# Ariens Pro 28 Battery Start Conversion



## rslifkin (Mar 5, 2018)

Today I finally finished putting my Pro 28 back together after the battery start conversion. It turned just about as well as I'd hoped. 

Video of it starting (it was already warm for this start as I'd done some electrical testing before I took the video): https://photos.app.goo.gl/Lfkn3bCTpiPcS84e9

The only thing I've noticed is that the OEM Briggs voltage regulator setup only seems to regulate down, not up. So even though the stator would have some usable output at idle, it won't charge at all until about 2000 RPM (as the regulator output is below the battery voltage up to that point). And it takes 2400 RPM to just barely keep up with the headlight draw. But cranked up to full RPM (about 3700 with no load) it happily stays at a steady 14.2 volts with both the headlight and the heated grips on (and that's what matters). 

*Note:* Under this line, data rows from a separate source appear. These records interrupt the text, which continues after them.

package readers

import (
	"math"
	"slices"
	"sync"

	"strainledger/mesh"
)

// A polyhedron's faces are a stream of whole numbers: how many faces, and for each
// the number of its nodes and the nodes. Legacy files hold the stream in place of the
// nodes; XML files have it beside them, since version 2.3 in another layout.

// A face has at least three nodes and a polyhedron at least four faces.
const (
	leastNodes = 3
	leastFaces = 4
)

// stream appends the faces of one cell to the cursor's and, if asked, its nodes, each
// once in the order in which they occur.
func (c *cursor) stream(entries []int64, points int64, addNodes bool) error {
	if len(entries) == 0 || entries[0] < leastFaces || entries[0] > int64(len(entries)) {
		return malformed("found a face stream of %d entries that announces %d faces, need at least %d faces and their nodes",
			len(entries), first(entries), leastFaces)
	}
	begin := len(c.nodes)
	at := 1
	for face := range entries[0] {
		if at >= len(entries) {
			return malformed("found the end of the face stream after %d of %d faces", face, entries[0])
		}
		nodes := entries[at]
		if nodes < leastNodes || nodes > int64(len(entries)-at-1) {
			return malformed("found face %d with %d nodes and %d entries behind it, need at least %d nodes", face, nodes, len(entries)-at-1, leastNodes)
		}
		for _, id := range entries[at+1 : at+1+int(nodes)] {
			if id < 0 || id >= points {
				return malformed("found point number %d on face %d, need 0 to %d", id, face, points-1)
			}
			if addNodes {
				c.nodes = append(c.nodes, int32(id))
			}
		}
		at += 1 + int(nodes)
	}
	if at != len(entries) {
		return malformed("found %d entries behind the last face, need none", len(entries)-at)
	}
	for _, entry := range entries {
		c.faces = append(c.faces, int32(entry))
	}
	if addNodes {
		c.nodes = distinct(c.nodes, begin, c.seen)
	}
	return nil
}

func first(entries []int64) int64 {
	if len(entries) == 0 {
		return 0
	}
	return entries[0]
}

// distinct leaves out the numbers from begin on that have occurred there before.
func distinct(nodes []int32, begin int, seen map[int32]bool) []int32 {
	clear(seen)
	kept := begin
	for _, node := range nodes[begin:] {
		if !seen[node] {
			seen[node] = true
			nodes[kept] = node
			kept++
		}
	}
	return nodes[:kept]
}

// endFaces closes a cell in the cursor's face positions.
func (c *cursor) endFaces() error {
	if len(c.faces) > math.MaxInt32 || len(c.nodes) > math.MaxInt32 {
		return unsupported("found more than 2³¹ entries in one chunk")
	}
	c.faceStart = append(c.faceStart, int32(len(c.faces)))
	return nil
}

// beginFaces prepares the cursor's face positions for a chunk with polyhedra.
func (c *cursor) beginFaces() {
	c.faces, c.faceStart = c.faces[:0], append(c.faceStart[:0], 0)
	if c.seen == nil {
		c.seen = map[int32]bool{}
	}
}

// faceArrays are the arrays of an XML piece that hold the faces of polyhedra, in one
// of two layouts.
type faceArrays struct {
	faces, ends *column // streams, and where that of each cell ends; -1 without one

	connectivity, faceEnds *column // nodes of all faces, and where each face ends
	cellFaces, cellEnds    *column // faces of all cells, and where each cell's end

	lock  sync.Mutex
	marks []int64 // marks[i]: end of the last stream before cell i × chunkCells
}

// columns returns the columns that are there.
func (f *faceArrays) columns() []*column {
	if f == nil {
		return nil
	}
	columns := []*column{f.faces, f.ends, f.connectivity, f.faceEnds, f.cellFaces, f.cellEnds}
	return slices.DeleteFunc(columns, func(a *column) bool { return a == nil })
}

// read appends the faces of the cells [low, high) of a piece.
func (f *faceArrays) read(c *cursor, p *piece, types []mesh.CellType, low, high int64) error {
	c.beginFaces()
	switch {
	case f != nil && f.ends != nil && f.faces != nil:
		return f.readStreams(c, p, types, low, high)
	case f != nil && f.cellEnds != nil && f.cellFaces != nil && f.faceEnds != nil && f.connectivity != nil:
		return f.readFaces(c, p, types, low, high)
	}
	cell := low + int64(slices.Index(types, mesh.Polyhedron))
	return p.cellError(nil, cell, malformed("found a polyhedron and no arrays of faces"))
}

// readStreams reads faces and faceoffsets.
func (f *faceArrays) readStreams(c *cursor, p *piece, types []mesh.CellType, low, high int64) error {
	start, err := f.seek(c, low)
	if err != nil {
		return err
	}
	ends, err := f.ends.wholes(c, low, high)
	if err != nil {
		return err
	}
	for i, cellType := range types {
		end := ends[i]
		if cellType == mesh.Polyhedron {
			if end < start {
				return p.cellError(f.ends, low+int64(i), malformed("found the end of the faces at %d, need %d or more", end, start))
			}
			entries, err := f.faces.near(c, start, end)
			if err != nil {
				return p.cellError(f.faces, low+int64(i), reasonOf(err))
			}
			if err := c.stream(entries, p.pointCount, false); err != nil {
				return p.cellError(f.faces, low+int64(i), err)
			}
		}
		if end >= 0 {
			start = end
		}
		if err := c.endFaces(); err != nil {
			return p.cellError(f.faces, low+int64(i), err)
		}
	}
	return nil
}

// seek returns where the stream of a cell begins: at the last end before it.
func (f *faceArrays) seek(c *cursor, cell int64) (int64, error) {
	f.lock.Lock()
	defer f.lock.Unlock()
	if f.marks == nil {
		f.marks = []int64{0}
	}
	mark := min(cell/chunkCells, int64(len(f.marks)-1))
	place := f.marks[mark]
	for at := mark * chunkCells; at < cell; at += chunkCells {
		ends, err := f.ends.wholes(c, at, min(cell, at+chunkCells))
		if err != nil {
			return 0, err
		}
		for _, end := range ends {
			if end >= 0 {
				place = end
			}
		}
		if len(ends) == chunkCells && at+chunkCells == int64(len(f.marks))*chunkCells {
			f.marks = append(f.marks, place)
		}
	}
	return place, nil
}

// readFaces reads the layout of version 2.3, in which cells list numbers of faces.
func (f *faceArrays) readFaces(c *cursor, p *piece, types []mesh.CellType, low, high int64) error {
	from := max(0, low-1)
	ends, err := f.cellEnds.wholes(c, from, high)
	if err != nil {
		return err
	}
	start := int64(0)
	if low > 0 {
		start, ends = ends[0], ends[1:]
	}
	for i, end := range ends {
		if types[i] == mesh.Polyhedron {
			if start < 0 || end < start || end-start > math.MaxInt32 {
				return p.cellError(f.cellEnds, low+int64(i), malformed("found the end of the faces at %d, need %d or more", end, start))
			}
			if err := f.cell(c, p, start, end); err != nil {
				return p.cellError(f.cellFaces, low+int64(i), reasonOf(err))
			}
		}
		start = end
		if err := c.endFaces(); err != nil {
			return p.cellError(f.cellFaces, low+int64(i), err)
		}
	}
	return nil
}

// cell appends the stream of a cell whose faces are listed in [start, end).
func (f *faceArrays) cell(c *cursor, p *piece, start, end int64) error {
	numbers, err := f.cellFaces.near(c, start, end)
	if err != nil {
		return err
	}
	stream := append(c.list[:0], int64(len(numbers)))
	for _, face := range numbers {
		if face < 0 || face >= f.faceEnds.Tuples {
			return malformed("found face %d, need 0 to %d", face, f.faceEnds.Tuples-1)
		}
		ends, err := f.faceEnds.near(c, max(0, face-1), face+1)
		if err != nil {
			return err
		}
		begin := int64(0)
		if face > 0 {
			begin = ends[0]
		}
		behind := ends[len(ends)-1]
		if begin < 0 || behind < begin || behind-begin > math.MaxInt32 {
			return malformed("found the end of face %d at %d, need %d or more", face, behind, begin)
		}
		nodes, err := f.connectivity.near(c, begin, behind)
		if err != nil {
			return err
		}
		stream = append(append(stream, int64(len(nodes))), nodes...)
	}
	c.list = stream
	return c.stream(stream, p.pointCount, false)
}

It just means no battery charging or ability to warm the grips without draining the battery while it's idling to warm up. Not a big deal considering it charges fine while throttled up for use. 

For wiring features, the top fuse is the charging circuit fuse (10A), bottom one is the main harness fuse (10A) for the feed up to the control panel. Connector is for a battery tender.

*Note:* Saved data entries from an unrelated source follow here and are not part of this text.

package readers

import (
	"encoding/xml"
	"strings"
	"unicode/utf8"
)

// information returns the information keys of an array as the text of their elements,
// "" without any and where they are longer than texts may be.
func (x *xmlFile) information(e *element) string {
	var text strings.Builder
	for _, child := range e.children {
		if child.name == "InformationKey" && !x.writeElement(&text, child) {
			return ""
		}
	}
	return text.String()
}

// writeElement writes an element with what is in it, and reports whether it could.
func (x *xmlFile) writeElement(to *strings.Builder, e *element) bool {
	to.WriteString("<" + e.name)
	for _, attribute := range e.attributes {
		to.WriteString(" " + attribute.name + `="`)
		xml.EscapeText(to, []byte(attribute.value)) // a Builder takes all
		to.WriteString(`"`)
	}
	to.WriteString(">")
	if len(e.children) == 0 {
		text, ok := x.textOf(e)
		if !ok {
			return false
		}
		to.WriteString(text)
	}
	for _, child := range e.children {
		if !x.writeElement(to, child) {
			return false
		}
	}
	to.WriteString("</" + e.name + ">\n")
	return int64(to.Len()) <= x.limits.Text
}

// textOf returns the text inside an element, and whether it is one that can be copied.
func (x *xmlFile) textOf(e *element) (string, bool) {
	if e.end-e.start > x.limits.Text {
		return "", false
	}
	text := make([]byte, e.end-e.start)
	if x.cursor.hand.readAt(x.file, text, e.start) != nil || strings.Contains(string(text), "<") {
		return "", false // a comment
	}
	if utf8.Valid(text) {
		return string(text), true
	}
	var latin1 strings.Builder
	for _, c := range text {
		latin1.WriteRune(rune(c))
	}
	return latin1.String(), true
}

The headlight is now on a switch instead of on whenever the engine is running. Headlight and hand warmers both run off battery power, so they'll run at pretty much full performance no matter what, they'll just drain the battery a bit if the engine isn't throttled up far enough to keep up with the electrical demand. Plus, this means the headlight can be left on for visibility when near the street if I shut down for a minute to talk to a neighbor. 

The machine is now a little more nose-heavy, but not terribly so. I'd say of the 30-ish lbs the battery tray and battery adds, it's pretty evenly split between weight on the skids and weight on the wheels (considering it sits about half-way between them). So it'll help keep the bucket down as well as add a little drive traction.


----------



## legarem (Sep 9, 2017)

I thought doing it with my 926LE with a Honda GX390 which has a 12 volts starter.



What did you use for supporting the battery to the bucket ? What kind of plastic battery tray are you using ?


Thanks


----------



## rslifkin (Mar 5, 2018)

The battery tray is a stock Ariens tray from an older key start Pro model (should fit any Ariens with a similar enough curve on the back of the bucket). It's part number 52422200 for the tray (metal and gets bolted to the bucket) and part number 04912900 for the plastic top cover. The hold downs that tie them together on mine are just a pair of 7" carriage bolts with washers and wing nuts on the top. The top cover acts as a hold down for the battery. The setup uses a common Group U1 sized lawn tractor battery. 

Most of the rest of the setup is OEM Briggs parts. They make a 12v starter that fits the 420cc Polar Force Pro on the newer carb-ed Ariens Pros (part number 797775). I added an upgraded stator (part number 591100) to make sure it had enough voltage to drive the regulator (part number 845907) and to add some more headroom if I decide to add more lights later on. Briggs calls this stator and rectifier combo a "10 amp" charging system, so it should be good for at least 120 watts at 3600 RPM (closer to 140 if it's 10 amps at the 14.2 volts the regulator puts out). 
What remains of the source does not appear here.